Tag Archives: Gearing-class destroyer

Orleck, arriving

We’ve been following the saga of the Gearing-class destroyer USS Orleck (DD-886) for the past several years. For those who haven’t, the fortune cookie catch up is that the old girl was too late for WWII, but saw lots of combat during Korea– where she received four battle stars and earned a spot in the “Train Busters Club” — and along the gunline off Vietnam for Market Garden– firing fired 11,000+ rounds and earning 10 further stars– as well as was on the team that recovered the Gemini IV space capsule for NASA.

Off Mare Island, 1959

Decommissioned in 1982, she went on to work for the Turks for two decades as TCG Yücetepe (D-345).

Then she was, epically, brought back across the Atlantic where she served as a museum ship in two different Gulf Coast locales for the past 20 years.

Now saved from the mud of the Calcasieu River and benefitting from a $2.5 million refit, she has successfully made it from Texas, through the Florida Straits, to Jacksonville, where she has been paraded into town and is tied up, awaiting her first tours and grand opening later this summer.

Orleck At sea off of Key Largo. Photo by Elsbeth III Captain Wallace Milham.

Entering Jax. If you didn’t see the tow line you would think she is leaving for deployment, the oldest Gearing still in active service. Photo by Ashley Iselborn 

Looking great for a 77-year old FRAM’d tin can! Photo by Ashley Iselborn 

Great to see her ready for her next chapter!

Orleck on the way to getting better

The Gearing-class destroyer USS Orleck (DD-886) has had a long and happy career, in at least four parts. Laid down 28 November 1944, the 77-year-old warship is about to embark on her fifth.

Her first part, beginning with her U.S. Navy commissioning two weeks after VJ Day, saw the support of post-WWII minesweeping operations off China, combat during Korea– where she received four battle stars and earned a spot in the “Train Busters Club” — followed by tense Taiwan Strait patrols.

Off Mare Island, 1959

The 1960s FRAMing added ASROC and DASH drones just in time to support the recovery of the Gemini IV space capsule for NASA, and deliver naval gunfire support off Vietnam.

Orleck NGFS March 1966, firing on a Viet Cong stronghold near Vung Tau, at the mouth of the Saigon River.
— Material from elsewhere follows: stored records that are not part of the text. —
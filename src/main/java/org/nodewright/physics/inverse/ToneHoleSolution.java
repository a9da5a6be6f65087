package org.nodewright.physics.inverse;

import java.util.List;

/**
 * What the tone-hole solver found.
 *
 * @param layout      the adjusted holes and foot
 * @param notes       per fingering: the target, what the model says it now sounds, cents off
 * @param holes       per hole: new position and diameter and how far each moved from the start
 * @param footMovedMm change of the last section's length (positive = longer)
 * @param withinTolerance whether every fingering is within the requested tolerance
 * @param modelChanges the model's own figures the solve was let move (see {@link ModelFreedom}), start and end
 */
public record ToneHoleSolution(HoleLayout layout, List<Note> notes, List<HoleChange> holes, double footMovedMm,
        int iterations, int evaluations, boolean withinTolerance, List<ModelFreedom.Change> modelChanges) {

    public record Note(String fingering, double targetHz, double startHz, double achievedHz, double startCents,
            double achievedCents) {
    }

    public record HoleChange(int hole, double positionMm, double movedMm, double diameterMm, double diameterChangeMm) {
    }

    public ToneHoleSolution {
        notes = List.copyOf(notes);
        holes = List.copyOf(holes);
        modelChanges = List.copyOf(modelChanges);
    }

    public double worstAbsCents() {
        return notes.stream().mapToDouble(n -> Math.abs(n.achievedCents())).max().orElse(0);
    }
}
Photo by J. L. Means, NPC K-31267

Decommissioned on 1 October 1982, she was transferred to Turkey for the second part of her work career, serving Istanbul as the destroyer TCG Yücetepe (D-345) for another 18 years.

Saved by the USS Orleck Association, the third part of her career saw her brought back “home” in 2000 and opened as a low-traffic museum ship in Orange, Texas, where she had been built by the Consolidated Steel Corporation in WWII.

Then, the historic ship moved to nearby Lake Charles a decade later, where she received even less traffic as the industrial Louisiana coastal city isn’t exactly on the tourism trail. Heck, I tried to tour Orleck three different times when I was passing through between Galveston and Pascagoula but she always seemed closed for one reason or another.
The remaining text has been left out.